The Senseless Aluu Circus


By Richard Odilu

I changed the atmosphere in my office today by showing my colleagues the video of the killing of the four UNIPORT students in Aluu. Deep sighs accompanied with ‘My God’, ‘No’, and ‘Why na?’ rented the air, followed by an outburst of curses and condemnation of the perpetrators of that act. Silence followed afterwards, and the once lively office turned sad like we were in mourning. Yes, we all were, we were mourning the loss of four young Nigerians whom were cut down in the most cruel and barbaric manner by their fellow compatriots, and I had a quick flashback of a similar event.

The event I remembered happened long before the age of the social media, before the advent of Facebook, before twitter, and before the use of smart phones. I speak of a jungle justice that happened at a time when I was in junior secondary school form two, and I was thirteen years old. This was the military era and the Lagos State Administrator; Buba Marwa had set up a crime combating military police known as Operation Sweep which helped in no small measure to bring serenity to the then Lagos crime infested society.

Word had gone round that a supermarket, not too far from where I lived, had been robbed the previous day and goods worth thousands of naira had been carted away. I learn later from a friend whose elder sister worked as a sales girl there that the said theft almost caused the business owner paralysis as he was elderly retiree and it was his life savings he had used in setting up the business, but rather than call the police he had gone on his knees and asked God to cause the thieves to show themselves.

Whether it was his prayers or sheer stupidity, the criminals had revisited the same shop but this time they had come to celebrate the victory of their theft the previous day. A passer-by, the landlord of the property had noticed the inner light was still on; he got suspicious and alerted his neighbors. The robbers were apprehended while they were eating shortbread, and drinking various fruit juices inside the supermarket. One of them even wore one of the stolen gold rings on one of his fingers.

I stood-by with so many people and watched as the thieves, three of them, and very young too, were beaten to a pulp. I watched as they stripped them naked, poured the melting wax from some burning candles on their skin, slapped, jabbed, and flogged them with fat thick sticks, hurled heavy stones at them and succeeded in bursting the head of the eldest open and fear, real fear, gripped me as blood pumped out of his head. The robbers screamed in pain, a kind of pain that can be only imagined, and the women who stood by, most of them mothers started crying and pleading for leniency. The business owner whom couldn’t bear to watch the torture begged that they be handed over to the police but his plea fell on deaf ears. Other male adults who didn’t participate in the torture couldn’t stop them either as it was a risky thing to attempt then else their compassion be questioned and they’ll be tagged as accomplices.

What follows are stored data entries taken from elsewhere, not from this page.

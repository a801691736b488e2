import fc from 'fast-check';
import { describe, expect, it } from 'vitest';
import { expectedCost, expectedMinutes, orderSteps, type Orderable } from '../../../shared/walk';

const step = (id: string, probability: number, costMinutes: number, extra: Partial<Orderable> = {}): Orderable => ({
  id,
  probability,
  costMinutes,
  state: 'open',
  ...extra,
});

// references.md §5 worked check (Kadane & Simon 1977; Heckerman, Breese & Rommelse 1995):
// p = (0.5, 0.3, 0.2), c = (10, 2, 5) minutes.
const worked = [step('1', 0.5, 10), step('2', 0.3, 2), step('3', 0.2, 5)];

function permutations<T>(items: T[]): T[][] {
  if (items.length <= 1) return [items];
  return items.flatMap((item, i) => permutations([...items.slice(0, i), ...items.slice(i + 1)]).map((rest) => [item, ...rest]));
}

describe('orderSteps and expectedCost', () => {
  it('orders the worked example 2, 1, 3 by probability per minute', () => {
    expect(orderSteps(worked).map((s) => s.id)).toEqual(['2', '1', '3']); // references.md §5
  });

  it('gives an expected 10.0 minutes in p/c order, 12.0 by likelihood and 10.5 by cost alone', () => {
    const minutes = expectedMinutes(worked);
    expect(minutes.recommended).toBeCloseTo(10.0, 9); // references.md §5
    expect(minutes.byLikelihood).toBeCloseTo(12.0, 9); // references.md §5
    const byCost = [...worked].sort((a, b) => a.costMinutes - b.costMinutes);
    expect(expectedCost(byCost)).toBeCloseTo(10.5, 9); // references.md §5
  });

  it('breaks a tie in p/c towards the more likely cause, then by id', () => {
    const tied = [step('b', 0.2, 2), step('a', 0.1, 1), step('c', 0.2, 2)];
    expect(orderSteps(tied).map((s) => s.id)).toEqual(['b', 'c', 'a']);
  });

  it('lists done steps after the open ones, in the order they were marked', () => {
    const steps = [
      step('x', 0, 5, { state: 'tested', markOrder: 2 }),
      step('y', 0.6, 10),
      step('z', 0, 1, { state: 'ruled_out', markOrder: 1 }),
      step('w', 0.4, 2),
    ];
    expect(orderSteps(steps).map((s) => s.id)).toEqual(['w', 'y', 'z', 'x']);
  });

  it('counts only open steps in the expected minutes', () => {
    const steps = [step('a', 1, 4), step('b', 0, 30, { state: 'tested', markOrder: 1 })];
    expect(expectedMinutes(steps)).toEqual({ recommended: 4, byLikelihood: 4 });
  });

  it('is never beaten by any other order (brute force over all permutations, n <= 6)', () => {
    // Optimality of the p/c rule for a single fault with conclusive tests (references.md §5).
    const cases = fc
      .array(fc.record({ w: fc.double({ min: 0.01, max: 10, noNaN: true }), c: fc.double({ min: 0.5, max: 60, noNaN: true }) }), {
        minLength: 1,
        maxLength: 6,
      })
      .map((raw) => {
        const total = raw.reduce((sum, r) => sum + r.w, 0);
        return raw.map((r, i) => step(`s${i}`, r.w / total, r.c));
      });
    fc.assert(
      fc.property(cases, (steps) => {
        const best = Math.min(...permutations(steps).map(expectedCost));
        expect(expectedCost(orderSteps(steps))).toBeLessThanOrEqual(best + 1e-9);
      }),
      { numRuns: 300 },
    );
  });
});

Like the Aluu scene, I had watched them put tyres round their necks while they waited for the return of someone that had gone to fetch petrol. That was when those women crying for mercy begged the most. They were aware the boys where guilty as they were caught in the act but as mothers whom have endured child labour they knew nobody deserved to die like that.

Miraculously, an Operation Sweep patrol team came on time and whisked the boys away much to the relief of many people, and rumour has it that it was either the landlord or the business owner that had called them on the phone for the timely intervention.

As a young boy then I had hoped that that would be the last time I will see or hear of such until this recent incident in Aluu. I have heard different version of what happened and I am not in the business of pointing fingers but I don’t think anyone, good or bad, deserves to die the way those boys did, and what was very disturbing was that I noticed in the video that the perpetrators enjoyed the show like the Romans would for sport in The Arena many centuries ago in the old Roman Empire and recreated in the popular series Spartacus.

I am not an indigene of Aluu, and I refused to see the sense in what they have done. It was bad enough that they pummeled those boys like one would pound boiled yams in a mortar, but they shouldn’t have killed them. They should have handed them over to the police and the justice system, no matter how slow or ineffective the institution has become; because it is better that a criminal should go free than for an innocent man to die.

For those who will be quick to say they were not innocent, let me ask who amongst us is innocent? Do I see a hand up somewhere? Common put it down, we are all sinners and we sin on a daily basis, it’s only we have formed the habit of justifying our sins.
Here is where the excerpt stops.